На следующей репетиции я сказал музыкантам: «Приближается время, когда мы должны дать первый по-настоящему серьезный самостоятельный концерт. Чем это кончится — неизвестно, никакой поддержки нет, как вы знаете. Я очень ценю ваше доверие, но хотел бы, чтобы вы сами решили, когда будете готовы. Тогда вместе определим, что играть». Через две-три репетиции они сказали: «Пора. Можем».

Программу решили делать такую: h-moll’’ная сюита Баха, два сочинения Вивальди: Кончерто гроссо и Концерт для четырех скрипок — блестящий номер, настоящий шлягер, а во втором отделении симфония Манфредини, современника Вивальди, очень симпатичная симфония для струнных, и Куперен — «Концерт в театральном вкусе».

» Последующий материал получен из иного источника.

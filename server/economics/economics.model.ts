import { DataTypes, Model, type InferAttributes, type InferCreationAttributes, type Sequelize } from 'sequelize';
import { recordAttributes } from '../db/record-attributes';
import type { EconomicParameters } from './economics-parameters';

/** A site's economic parameters as the manager last set them (one row per site). */
export class SiteEconomicsRecord extends Model<InferAttributes<SiteEconomicsRecord>, InferCreationAttributes<SiteEconomicsRecord>> {
  declare siteId: string;
  declare parameters: EconomicParameters;
  declare updatedById: string;
  declare createdAt?: Date;
  declare updatedAt?: Date;
  declare revision?: number;
  declare deletedAt?: Date | null;
}

/** One changed parameter: who, when, old → new. Written once, never changed. */
export class EconomicsChange extends Model<InferAttributes<EconomicsChange>, InferCreationAttributes<EconomicsChange>> {
  declare id: string;
  declare siteId: string;
  declare parameter: string;
  declare oldValue: string | number | null;
  declare newValue: string | number | null;
  declare changedById: string;
  declare changedByName: string;
  declare changedAt: Date;
}

export function initEconomicsModels(sequelize: Sequelize): void {
  SiteEconomicsRecord.init(
    {
      siteId: { type: DataTypes.UUID, primaryKey: true },
      parameters: { type: DataTypes.JSON, allowNull: false },
      updatedById: { type: DataTypes.UUID, allowNull: false },
      ...recordAttributes,
      deletedAt: { type: DataTypes.DATE, allowNull: true },
    },
    { sequelize, tableName: 'site_economics' },
  );
  EconomicsChange.init(
    {
      id: { type: DataTypes.UUID, primaryKey: true },
      siteId: { type: DataTypes.UUID, allowNull: false },
      parameter: { type: DataTypes.STRING(40), allowNull: false },
      oldValue: { type: DataTypes.JSON, allowNull: true },
      newValue: { type: DataTypes.JSON, allowNull: true },
      changedById: { type: DataTypes.UUID, allowNull: false },
      changedByName: { type: DataTypes.STRING(200), allowNull: false },
      changedAt: { type: DataTypes.DATE, allowNull: false },
    },
    { sequelize, tableName: 'economics_changes', timestamps: false },
  );
}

Я пошел к директрисе Малого зала консерватории Дизе Арамовне Картышевой. Она говорит: «Мы не можем разрешить неизвестному оркестру играть сюиту Баха перед публикой. Давайте сначала проведем закрытое прослушивание».

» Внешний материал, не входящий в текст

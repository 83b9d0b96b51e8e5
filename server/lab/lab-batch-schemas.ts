import { z } from 'zod';

/** Longest list of samples one batch takes (a lab's rack is usually well below this). */
export const MAX_BATCH_SAMPLES = 500;

const text = (max: number) => z.string().trim().min(1).max(max);
const optionalText = (max: number) => z.string().trim().max(max).nullable().optional();

/** `POST /api/lab-batches`: which samples go, with which QA/QC, to which lab and method. */
export const createBatchSchema = z
  .object({
    siteId: z.uuid(),
    sampleIds: z.array(z.uuid()).min(1).max(MAX_BATCH_SAMPLES),
    labName: text(200),
    labContactEmail: z.email().max(320),
    method: text(120),
    chargeMassG: z.number().positive().max(10_000),
    detectionLimitGpt: z.number().positive().max(100),
    upperLimitGpt: z.number().positive().max(100_000).nullable().default(null),
    isBlind: z.boolean().default(true),
    blankEvery: z.number().int().min(0).max(MAX_BATCH_SAMPLES).default(20),
    standardEvery: z.number().int().min(0).max(MAX_BATCH_SAMPLES).default(20),
    duplicateEvery: z.number().int().min(0).max(MAX_BATCH_SAMPLES).default(20),
    standardCodes: z.array(text(64)).max(20).default([]),
    seed: z.number().int().min(0).max(2 ** 31 - 1).optional(),
    notes: z.string().max(2000).default(''),
  })
  .strict()
  .refine((batch) => batch.upperLimitGpt === null || batch.upperLimitGpt > batch.detectionLimitGpt, {
    path: ['upperLimitGpt'], message: 'The upper limit must be above the detection limit',
  });
export type CreateBatchInput = z.infer<typeof createBatchSchema>;

/** `PATCH /api/lab-batches/:id/custody`: chain-of-custody fields (only those given change). */
export const custodySchema = z
  .object({
    dispatchedBy: optionalText(200),
    dispatchedAt: z.iso.datetime({ offset: true }).nullable().optional(),
    carrier: optionalText(200),
    sealNumbers: optionalText(500),
    receivedBy: optionalText(200),
    receivedAt: z.iso.datetime({ offset: true }).nullable().optional(),
    conditionOnReceipt: optionalText(500),
  })
  .strict();
export type CustodyInput = z.infer<typeof custodySchema>;

/** The fields a lab user may fill in: the receiving end of the chain of custody. */
export const LAB_CUSTODY_FIELDS = ['receivedBy', 'receivedAt', 'conditionOnReceipt'] as const;

export const batchIdParams = z.strictObject({ id: z.uuid() });
export const listBatchesQuery = z.strictObject({ siteId: z.uuid().optional() });
export const siteQuery = z.strictObject({ siteId: z.uuid() });
export const resultsQuery = z.strictObject({ dryRun: z.enum(['true', 'false']).default('true') });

Устроили прослушивание. Пришли чиновники, Гринберг пришел. После этого на второе апреля пятьдесят шестого года был объявлен первый концерт нашего оркестра в Малом зале консерватории. Друзья повсюду расклеивали афиши, боялись, что публика не придет, но билеты раскупили в первый день продаж.

28

Реакция публики — это либо приятно, либо неприятно. Но собственная оценка точнее всего. Часто они не совпадают. Это знают многие музыканты. Бывает, тебе кажется, играл замечательно, потрясающе, вдохновенно, просто разговаривал с небесами, а никого не тронуло. Бывает и наоборот.

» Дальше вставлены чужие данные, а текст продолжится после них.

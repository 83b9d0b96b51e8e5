/**
 * Reading a lab's results file (the Heapsight results CSV, documented in README.md) into a
 * row-by-row report, before anything is saved. Nothing here touches the database: it gets the
 * batch's items and answers, for the file and for every row, what it found.
 *
 * Conventions accepted for a value below detection: `<0.005` (limit given), `-0.005` (a negative
 * number standing for "below this limit", a common laboratory convention, no source), `BDL`,
 * `ND` or `<DL` (at the row's detection limit, else the batch's), and a plain number below the
 * detection limit. `>100` is above the method's upper range: kept, flagged for a re-assay.
 * Values are censored, never silent zeros (Miesch 1967), through the engine's `parseAssayValue`.
 */
import Papa from 'papaparse';
import { parseAssayValue, type AssayValue } from '../../shared/engine';

/** Largest results file accepted (bytes): a batch of a thousand rows is about 60 kB. */
export const MAX_RESULTS_BYTES = 2 * 1024 * 1024;

/** What was found on one row. The first three may be saved; every other one blocks the import. */
export type RowStatus =
  | 'matched'
  | 'below-detection'
  | 'above-range'
  | 'unknown-code'
  | 'missing-code'
  | 'duplicate-row'
  | 'not-a-number'
  | 'missing-value'
  | 'wrong-units'
  | 'wrong-batch'
  | 'formula-cell'
  | 'wrong-cell-count';

/** Row statuses that can be saved. */
export const SAVABLE_STATUSES: readonly RowStatus[] = ['matched', 'below-detection', 'above-range'];

/** Problems with the file as a whole; any of them blocks the import. */
export type FileProblemCode = 'empty-file' | 'not-text' | 'wrong-delimiter' | 'missing-column' | 'unknown-column' | 'repeated-column' | 'no-rows' | 'not-csv';

/** One problem with the whole file. */
export interface FileProblem {
  readonly code: FileProblemCode;
  readonly message: string;
}

/** One data row of the file as understood. */
export interface ResultRow {
  /** Line number in the file (the header is line 1). */
  readonly line: number;
  readonly sampleCode: string;
  readonly rawValue: string;
  readonly status: RowStatus;
  readonly message: string;
  readonly isBlocking: boolean;
  /** The batch item the code names, when it names one. */
  readonly itemId: string | null;
  readonly value: AssayValue | null;
  readonly method: string | null;
  readonly labJob: string | null;
}

/** The parsed file: its problems and its rows. */
export interface ParsedResults {
  readonly fileProblems: readonly FileProblem[];
  readonly rows: readonly ResultRow[];
  /** Lab codes of the batch that no row reports. */
  readonly notInFile: readonly string[];
}

/** What the parser needs to know of the batch. */
export interface BatchForResults {
  readonly code: string;
  readonly detectionLimitGpt: number;
  readonly upperLimitGpt: number | null;
  readonly method: string;
  readonly items: readonly { readonly id: string; readonly labCode: string }[];
}

/** The columns of the results CSV, by the name in the header (case and spaces around ignored). */
const COLUMNS = {
  sampleCode: 'sample code',
  value: 'au g/t',
  detectionLimit: 'detection limit g/t',
  units: 'units',
  method: 'method',
  labJob: 'lab job',
  batchId: 'batch id',
} as const;
const REQUIRED: readonly (keyof typeof COLUMNS)[] = ['sampleCode', 'value'];
/** Units equal to g/t (NIST SP 811: 1 g/t = 1 ppm = 1 mg/kg). */
const GRAM_PER_TONNE_UNITS = ['g/t', 'gpt', 'ppm', 'mg/kg'];
const BELOW_DETECTION_WORDS = ['bdl', 'nd', '<dl', 'n.d.', '<lod'];
/** Cells a spreadsheet would run as a formula (OWASP "CSV Injection"); a negative number is not one. */
const FORMULA_START = /^[=+@]|^-(?![0-9.])/;
const PLAIN_NUMBER = /^-?[0-9]*\.?[0-9]+(?:[eE][-+]?[0-9]+)?$/;

/** Parses and checks a results file against a batch; pure, for the dry run and the save alike. */
export function parseResultsFile(bytes: Buffer, batch: BatchForResults): ParsedResults {
  const refused = (code: FileProblemCode, message: string): ParsedResults => ({ fileProblems: [{ code, message }], rows: [], notInFile: batch.items.map((item) => item.labCode) });
  if (bytes.length === 0 || bytes.toString('utf8').trim() === '' || bytes.toString('utf8').trim() === '\ufeff') {
    return refused('empty-file', 'The file is empty: export the results sheet again, with its header row.');
  }
  let text: string;
  try {
    text = new TextDecoder('utf-8', { fatal: true }).decode(bytes);
  } catch {
    return refused('not-text', 'The file is not UTF-8 text (is it a spreadsheet workbook or a PDF?): save the results as CSV, UTF-8.');
  }
  if (text.includes('\u0000')) {
    return refused('not-text', 'The file holds binary data, not CSV text: save the results as CSV, UTF-8.');
  }
  // A UTF-8 byte-order mark is allowed (spreadsheets write one) and dropped.
  text = text.replace(/^\ufeff/, '');
  const parsed = Papa.parse<string[]>(text, { delimiter: ',', skipEmptyLines: 'greedy', header: false });
  const [header, ...body] = parsed.data;
  if (!header || header.length === 0) {
    return refused('empty-file', 'The file has no header row.');
  }
  const names = header.map((name) => name.trim().toLowerCase());
  const problems: FileProblem[] = [];
  if (names.length === 1 && /[;\t|]/.test(header[0] ?? '')) {
    const used = (header[0] ?? '').includes(';') ? 'semicolons' : (header[0] ?? '').includes('\t') ? 'tabs' : 'bars';
    return refused('wrong-delimiter', `The columns are separated by ${used}; this format uses commas (and a point as the decimal mark). Export again as "CSV, comma-separated".`);
  }
  const indexOf: Partial<Record<keyof typeof COLUMNS, number>> = {};
  names.forEach((name, index) => {
    const key = (Object.keys(COLUMNS) as (keyof typeof COLUMNS)[]).find((candidate) => COLUMNS[candidate] === name);
    if (!key) {
      problems.push({ code: 'unknown-column', message: `Column ${index + 1}, "${header[index]}", is not part of this format (expected: ${Object.values(COLUMNS).join(', ')}).` });
    } else if (indexOf[key] !== undefined) {
      problems.push({ code: 'repeated-column', message: `The column "${COLUMNS[key]}" appears twice.` });
    } else {
      indexOf[key] = index;
    }
  });
  for (const key of REQUIRED) {
    if (indexOf[key] === undefined) {
      const hint = key === 'value' && names.some((name) => name.startsWith('au')) ? ' (values must be in g/t, in a column named "Au g/t")' : '';
      problems.push({ code: 'missing-column', message: `The required column "${COLUMNS[key]}" is missing${hint}.` });
    }
  }
  if (problems.length > 0) {
    return { fileProblems: problems, rows: [], notInFile: batch.items.map((item) => item.labCode) };
  }
  if (body.length === 0) {
    return refused('no-rows', 'The file has a header but no results.');
  }

  const itemsByCode = new Map(batch.items.map((item) => [item.labCode.toUpperCase(), item]));
  const firstLineOfCode = new Map<string, number>();
  const lineNumbers = lineNumbersOf(text, parsed.data.length);
  const rows: ResultRow[] = body.map((cells, bodyIndex) => {
    const line = lineNumbers[bodyIndex + 1] ?? bodyIndex + 2;
    const cell = (key: keyof typeof COLUMNS) => (indexOf[key] === undefined ? '' : (cells[indexOf[key] as number] ?? '').trim());
    const sampleCode = cell('sampleCode');
    const rawValue = cell('value');
    const base = { line, sampleCode, rawValue, itemId: null, value: null, method: cell('method') || null, labJob: cell('labJob') || null };
    const blocked = (status: RowStatus, message: string): ResultRow => ({ ...base, status, message, isBlocking: true });
    if (cells.length !== header.length) {
      return blocked('wrong-cell-count', `This row has ${cells.length} cells but the header has ${header.length}${cells.length > header.length ? ' (a comma inside a number? use a point as the decimal mark)' : ''}.`);
    }
    const formulaCell = cells.find((text) => FORMULA_START.test(text.trim()));
    if (formulaCell !== undefined) {
      return blocked('formula-cell', `A cell holds a spreadsheet formula (${truncate(formulaCell.trim())}); results must be plain values.`);
    }
    if (sampleCode === '') {
      return blocked('missing-code', 'The sample code is empty.');
    }
    const item = itemsByCode.get(sampleCode.toUpperCase());
    if (!item) {
      return blocked('unknown-code', `"${truncate(sampleCode)}" is not a sample code of batch ${batch.code}.`);
    }
    const withItem = { ...base, itemId: item.id };
    const blockedItem = (status: RowStatus, message: string): ResultRow => ({ ...withItem, status, message, isBlocking: true });
    const firstLine = firstLineOfCode.get(item.labCode);
    if (firstLine !== undefined) {
      return blockedItem('duplicate-row', `${item.labCode} is reported again (first on line ${firstLine}); keep one row per sample.`);
    }
    firstLineOfCode.set(item.labCode, line);
    const batchId = cell('batchId');
    if (batchId !== '' && batchId.toUpperCase() !== batch.code.toUpperCase()) {
      return blockedItem('wrong-batch', `The row names batch ${truncate(batchId)}, but this is batch ${batch.code}.`);
    }
    const units = cell('units').toLowerCase();
    if (units !== '' && !GRAM_PER_TONNE_UNITS.includes(units)) {
      return blockedItem('wrong-units', `The units are "${truncate(cell('units'))}"; report gold in g/t (or ppm).`);
    }
    const limitText = cell('detectionLimit');
    let detectionLimitGpt = batch.detectionLimitGpt;
    if (limitText !== '') {
      const limit = Number(limitText);
      if (!PLAIN_NUMBER.test(limitText) || !(limit > 0)) {
        return blockedItem('not-a-number', `The detection limit "${truncate(limitText)}" is not a positive number${limitText.includes(',') ? ' (use a point as the decimal mark)' : ''}.`);
      }
      detectionLimitGpt = limit;
    }
    if (rawValue === '') {
      return blockedItem('missing-value', `No value for ${item.labCode}; write BDL or <limit when below detection.`);
    }
    const value = readValue(rawValue, detectionLimitGpt);
    if (!value.ok) {
      return blockedItem('not-a-number', value.message);
    }
    const accepted = { ...withItem, value: value.value, isBlocking: false };
    if (value.value.isBelowDetection) {
      return { ...accepted, status: 'below-detection', message: `Below detection (< ${value.value.detectionLimitGpt} g/t): kept as a censored value.` };
    }
    const upper = batch.upperLimitGpt;
    if (value.value.isAboveRange || (upper !== null && value.value.valueGpt > upper)) {
      return { ...accepted, value: { ...value.value, isAboveRange: true }, status: 'above-range', message: `Above the method's range (> ${value.value.valueGpt} g/t): kept as a floor; ask for a re-assay with a gravimetric finish.` };
    }
    return { ...accepted, status: 'matched', message: 'Matched.' };
  });
  const reported = new Set(rows.filter((row) => row.itemId !== null).map((row) => row.itemId));
  return { fileProblems: [], rows, notInFile: batch.items.filter((item) => !reported.has(item.id)).map((item) => item.labCode) };
}

function readValue(raw: string, detectionLimitGpt: number): { ok: true; value: AssayValue } | { ok: false; message: string } {
  const compact = raw.replace(/\s+/g, '');
  if (BELOW_DETECTION_WORDS.includes(compact.toLowerCase())) {
    return { ok: true, value: { valueGpt: detectionLimitGpt, isBelowDetection: true, isAboveRange: false, detectionLimitGpt, raw } };
  }
  if (compact.startsWith('-') && PLAIN_NUMBER.test(compact)) {
    const limit = Math.abs(Number(compact));
    if (limit === 0) {
      return { ok: false, message: `"${raw}" is not a value or a detection limit.` };
    }
    return { ok: true, value: { valueGpt: limit, isBelowDetection: true, isAboveRange: false, detectionLimitGpt: limit, raw } };
  }
  const parsed = parseAssayValue(compact, detectionLimitGpt);
  if (!parsed.ok) {
    const hint = /^[<>]?[0-9]+,[0-9]+$/.test(compact) ? ' (use a point as the decimal mark: 0.53, not 0,53)' : '';
    return { ok: false, message: `"${truncate(raw)}" is not a number, <limit, >limit or BDL${hint}.` };
  }
  const value = parsed.value;
  return { ok: true, value: value.isBelowDetection && !compact.startsWith('<') ? { ...value, detectionLimitGpt } : { ...value, raw } };
}

/** The file line each parsed record starts on (records may span lines inside quotes). */
function lineNumbersOf(text: string, recordCount: number): number[] {
  const lines: number[] = [];
  let line = 1;
  let isQuoted = false;
  let isRecordStart = true;
  for (let index = 0; index < text.length && lines.length < recordCount; index += 1) {
    const char = text[index];
    if (isRecordStart && char !== '\n' && char !== '\r') {
      lines.push(line);
      isRecordStart = false;
    }
    if (char === '"') {
      isQuoted = !isQuoted;
    } else if (char === '\n') {
      line += 1;
      if (!isQuoted) isRecordStart = true;
    }
  }
  return lines;
}

function truncate(text: string): string {
  return text.length > 40 ? `${text.slice(0, 40)}…` : text;
}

Думаю, без публики я смог бы. Может, на самом деле я не смог бы — но мне кажется, что смог. Потому что я, как бы это сказать, точно знаю, чего мне надо. Я слышу, как в идеале должно быть исполнено. И когда добиваюсь того, что хотел, — я очень счастлив. Тогда я музыкантам своим говорю: «Вот, ребята, сейчас обратите внимание. Давайте мы кусок этот повторим. Не потому, что было плохо, наоборот, было так хорошо, что надо запомнить ощущение, понять, почему получилось так хорошо, и не забывать».

Боюсь, я смог бы и без критиков. Ведь глубоко чувствующих и понимающих музыку людей очень мало и среди них. Однажды мы с Камерным оркестром давали концерты в Тюбингене. В программе стояла все та же сюита Баха, которая стала нашим коронным номером. Устроитель гастролей счел, что уже слышал ее много раз, а лучше мы сыграем Бартока, как играли в Штутгарте. Мы сыграли Бартока. На другой день в газете музыкальный критик — очень милый человек, с которым после концерта мы выпивали на приеме, — написал, что в сюите Баха, к сожалению, чувствовалась русская сентиментальность а-ля Чайковский. Он не усек, что мы Баха не играли. Помню, как одно и то же исполнение один критик отругал за то, что от него веяло сибирским холодом, другой похвалил за теплоту и проникновенность. Знаменитый, очень влиятельный нью-йоркский критик Шонберг — не путать с композитором Шёнбергом — написал доброжелательную статью об исполнении Девятой Малера и только пожалел, что дирижер по финансовым причинам был вынужден сократить оркестр и вместо восьми валторн на сцене было пять. Если бы он заглянул в партитуру, то узнал бы, что у Малера валторн четыре. Я посадил пятого помогать первому. В «Правде» однажды сообщили, что концерт Святослава Рихтера прошел с небывалым успехом. Действительно небывалым: Рихтер в нем не участвовал, он заболел.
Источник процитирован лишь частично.